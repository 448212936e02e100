"""The project as it would be shipped: the last commit, built away from the work tree."""

from __future__ import annotations

import gzip
import io
import os
import shutil
import subprocess
import tarfile
import tomllib
from pathlib import Path

ROOT = Path(__file__).parent.parent.parent
SAMPLES = (
    "brindlewick_10.csv",
    "brindlewick_22.csv",
    "quasselbach.csv",
    "gopher_notch.tsv",
    "grisoulette.csv",
    "wobbleton.csv",
    "tanuki_hollow.html",
)
EPOCH = "1735689600"  # 2025-01-01: any fixed time will do
TYPE_TOOLS = ("basedpyright", "ruff", "playwright")


def run(*command: str | Path, cwd: Path | None = None, **environment: str) -> str:
    """Run a command; its output, or RuntimeError with all it said."""
    done = subprocess.run(
        [str(word) for word in command],
        cwd=cwd, env={**os.environ, **environment}, capture_output=True, text=True, check=False,
    )  # fmt: skip
    if done.returncode:
        words = " ".join(str(word) for word in command[:6])
        raise RuntimeError(f"{words} … ended with {done.returncode}:\n{done.stdout}{done.stderr}")
    return done.stdout


def copy_of_project(folder: Path) -> Path:
    """The last commit, in a new folder."""
    folder.mkdir(parents=True)
    packed = folder.with_suffix(".tar")
    run("git", "archive", "--output", packed, "HEAD", cwd=ROOT)
    shutil.unpack_archive(packed, folder)
    return folder


def build(tool: Path, project: Path, out: Path) -> list[Path]:
    """sdist and wheel, the wheel built from the sdist; ``tool`` is a Python that has ``build``.

    The wheel takes its times from SOURCE_DATE_EPOCH; setuptools' sdist does not, so it is packed
    anew: names in order, one time, no owner.
    """
    run(tool, "-m", "build", "--outdir", out, project, SOURCE_DATE_EPOCH=EPOCH)
    for sdist in out.glob("*.tar.gz"):
        sdist.write_bytes(_packed_anew(sdist))
    return sorted(out.iterdir())


def _packed_anew(sdist: Path) -> bytes:
    packed = io.BytesIO()
    with tarfile.open(sdist) as old, tarfile.open(fileobj=packed, mode="w") as new:
        for member in sorted(old.getmembers(), key=lambda m: m.name):
            member.mtime, member.uid, member.gid = int(EPOCH), 0, 0
            member.uname = member.gname = ""
            member.mode = 0o755 if member.isdir() or member.mode & 0o100 else 0o644
            member.pax_headers = {}
            new.addfile(member, old.extractfile(member) if member.isfile() else None)
    return gzip.compress(packed.getvalue(), mtime=int(EPOCH))


def environment(folder: Path, python: str, *packages: str) -> Path:
    """A new virtual environment with these packages, by plain pip; its Python."""
    run(python, "-m", "venv", "--clear", folder)
    inside = folder / "bin" / "python"
    if packages:
        run(inside, "-m", "pip", "install", "--quiet", *packages)
    return inside


def test_tools() -> list[str]:
    """The development group but for what only checks style and types."""
    text = (ROOT / "pyproject.toml").read_text(encoding="utf-8")
    group = tomllib.loads(text)["dependency-groups"]["dev"]
    return [name for name in group if "-stubs" not in name and not name.startswith(TYPE_TOOLS)]
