import { z } from 'zod';

import { route } from '@/lib/api/route';
import { id } from '@/lib/api/schemas';
import { loadImport } from '@/lib/imports/lists';
import { describeColumns } from '@/lib/imports/table-columns';

export const dynamic = 'force-dynamic';

/** Of a table: its heads, what they are taken for, and its first rows. */
export const GET = route({
  action: 'import.decide',
  params: z.object({ importId: id }),
  load: loadImport,
  handler: ({ row }) => describeColumns(row),
});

* **WORK ORDER**: If a line contains the word "table", it counts; say how many such lines the records hold, and give only that number.

* **RESPONSE BELOW**: 2